HOW TO COMPLETE THIS TASK ▸
Where in the listing does the string "ForgotPasswordForm" appear? Copy every line that holds it.

___ SOURCE DATA ___

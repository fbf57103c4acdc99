import { Link } from 'react-router-dom';
import { ForgotPasswordForm } from '@/features/auth/components/forgot-password-form';
import { AuthLayout } from './auth-layout';

export function ForgotPasswordRoute() {
  return (
    <AuthLayout title="Forgot your password?" lead="Enter the e-mail address you sign in with; we send a link to choose a new password.">
      <ForgotPasswordForm />
      <p className="mt-4 text-sm text-ink-soft">
        <Link to="/sign-in" className="font-medium text-accent hover:underline">
          Back to sign in
        </Link>
      </p>
    </AuthLayout>
  );
}
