import { EMAIL_SETTING_KINDS, EMAIL_SETTING_LABELS } from '@shared/schemas/email-settings.schema';
import { useEmailSettings, useUpdateEmailSettings } from '../api/email-settings';

/** Checkboxes for the review e-mails; each change is saved at once. */
export function EmailSettingsForm() {
  const settings = useEmailSettings();
  const update = useUpdateEmailSettings();
  if (settings.isPending) return <p className="text-sm text-ink-faint">Loading your e-mail settings…</p>;
  if (settings.isError) return <p className="text-sm text-ink-soft">Your e-mail settings could not be loaded. Reload the page to try again.</p>;
  return (
    <fieldset className="space-y-2" disabled={update.isPending}>
      <legend className="mb-2 text-sm text-ink-soft">E-mail me when:</legend>
      {EMAIL_SETTING_KINDS.map((kind) => (
        <label key={kind} className="flex items-center gap-2 text-sm text-ink">
          <input type="checkbox" checked={settings.data[kind]} onChange={(e) => update.mutate({ [kind]: e.target.checked })} />
          {EMAIL_SETTING_LABELS[kind]}
        </label>
      ))}
      <p className="pt-2 text-xs text-ink-faint">Password and invitation e-mails are always sent.</p>
    </fieldset>
  );
}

___

EXPECTED OUTPUT ▸
import { ForgotPasswordForm } from '@/features/auth/components/forgot-password-form';
      <ForgotPasswordForm />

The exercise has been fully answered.